**What the task asks:**
Up to and including the line containing "np.linspace(-22.0, 6.0, 113)", set down each line of the entries below exactly, starting from the first, and leave out the rest.

+++ Dataset records

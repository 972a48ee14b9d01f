"""Distribution of a cross section inside a band: equal-probability slices of ln k, sampled or of Malkmus form."""

from __future__ import annotations

import numpy as np
from scipy.special import exp1, log_ndtr, ndtr

N_SLICES = 16


def slice_means(ln_values: np.ndarray, n_slices: int = N_SLICES) -> np.ndarray:
    """Sort samples of ln k, cut them into slices of equal probability and average each.

    Parameters
    ----------
    ln_values : ndarray, shape (N,)
        N need not be a multiple of `n_slices`: a sample on a boundary is shared.
    n_slices : int

    Returns
    -------
    ndarray, shape (n_slices,)
        Increasing; its mean is the mean of the samples.
    """
    ordered = np.sort(ln_values)
    n = len(ordered)
    integral = np.concatenate([[0.0], np.cumsum(ordered)])
    cuts = np.linspace(0, n, n_slices + 1)
    return np.diff(np.interp(cuts, np.arange(n + 1), integral)) * n_slices / n


def malkmus_mean_ln(beta) -> np.ndarray:
    """Mean of ln(k / mean k) for the Malkmus distribution of fine-structure parameter beta.

    Notes
    -----
    The Malkmus transmission exp(-beta (sqrt(1 + 2 k u / beta) - 1)) is the Laplace transform of an inverse
    Gaussian with shape beta times its mean (Malkmus 1967, JOSA 57, 323); then <ln k> - ln<k> = -exp(2 beta)
    E1(2 beta).
    """
    x = 2 * np.asarray(beta, float)
    small = np.minimum(x, 500.0)
    return -np.where(x < 500, np.exp(small) * exp1(small), 1 / x)


_LN_BETA_GRID = np.linspace(-22.0, 6.0, 113)


def _malkmus_grid(n_slices: int) -> np.ndarray:
    """Slice means of ln(k / mean k) on `_LN_BETA_GRID`, shape (G, n_slices)."""
    out = np.empty((len(_LN_BETA_GRID), n_slices))
    for row, ln_beta in enumerate(_LN_BETA_GRID):
        beta = np.exp(ln_beta)
        # The bulk lies near beta (many weak wings), the tail reaches the line cores near 1/beta.
        ln_x = np.linspace(min(ln_beta, 0) - 7, max(-ln_beta, 0) + 4, 6000)
        x = np.exp(ln_x)
        root = np.sqrt(beta / x)
        cdf = ndtr(root * (x - 1)) + np.exp(2 * beta + log_ndtr(-root * (x + 1)))
        # The far tail holds next to no probability: the highest slice ends at its last representable quantile.
        probability = (np.arange(n_slices * 400) + 0.5) / (n_slices * 400)
        means = np.interp(probability, cdf, ln_x).reshape(n_slices, 400).mean(axis=1)
        out[row] = means + malkmus_mean_ln(beta) - means.mean()
    return out


class MalkmusSlices:
    """Slice means of the Malkmus distribution, tabulated once against ln beta."""

    def __init__(self, n_slices: int = N_SLICES):
        self._grid = _malkmus_grid(n_slices)

    def __call__(self, ln_mean: np.ndarray, beta: np.ndarray) -> np.ndarray:
        """Slice means of ln k.

        Parameters
        ----------
        ln_mean, beta : ndarray, shape (B,)
            ln of the mean cross section, and the fine-structure parameter.

        Returns
        -------
        ndarray, shape (B, n_slices)
        """
        ln_beta = np.log(np.clip(beta, 3e-10, 400.0))
        columns = [np.interp(ln_beta, _LN_BETA_GRID, column) for column in self._grid.T]
        return np.asarray(ln_mean)[:, None] + np.stack(columns, axis=1)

++++++

**Reply:**
repository 972a48ee14b9d01f
"""Distribution of a cross section inside a band: equal-probability slices of ln k, sampled or of Malkmus form."""

from __future__ import annotations

import numpy as np
from scipy.special import exp1, log_ndtr, ndtr

N_SLICES = 16


def slice_means(ln_values: np.ndarray, n_slices: int = N_SLICES) -> np.ndarray:
    """Sort samples of ln k, cut them into slices of equal probability and average each.

    Parameters
    ----------
    ln_values : ndarray, shape (N,)
        N need not be a multiple of `n_slices`: a sample on a boundary is shared.
    n_slices : int

    Returns
    -------
    ndarray, shape (n_slices,)
        Increasing; its mean is the mean of the samples.
    """
    ordered = np.sort(ln_values)
    n = len(ordered)
    integral = np.concatenate([[0.0], np.cumsum(ordered)])
    cuts = np.linspace(0, n, n_slices + 1)
    return np.diff(np.interp(cuts, np.arange(n + 1), integral)) * n_slices / n


def malkmus_mean_ln(beta) -> np.ndarray:
    """Mean of ln(k / mean k) for the Malkmus distribution of fine-structure parameter beta.

    Notes
    -----
    The Malkmus transmission exp(-beta (sqrt(1 + 2 k u / beta) - 1)) is the Laplace transform of an inverse
    Gaussian with shape beta times its mean (Malkmus 1967, JOSA 57, 323); then <ln k> - ln<k> = -exp(2 beta)
    E1(2 beta).
    """
    x = 2 * np.asarray(beta, float)
    small = np.minimum(x, 500.0)
    return -np.where(x < 500, np.exp(small) * exp1(small), 1 / x)


_LN_BETA_GRID = np.linspace(-22.0, 6.0, 113)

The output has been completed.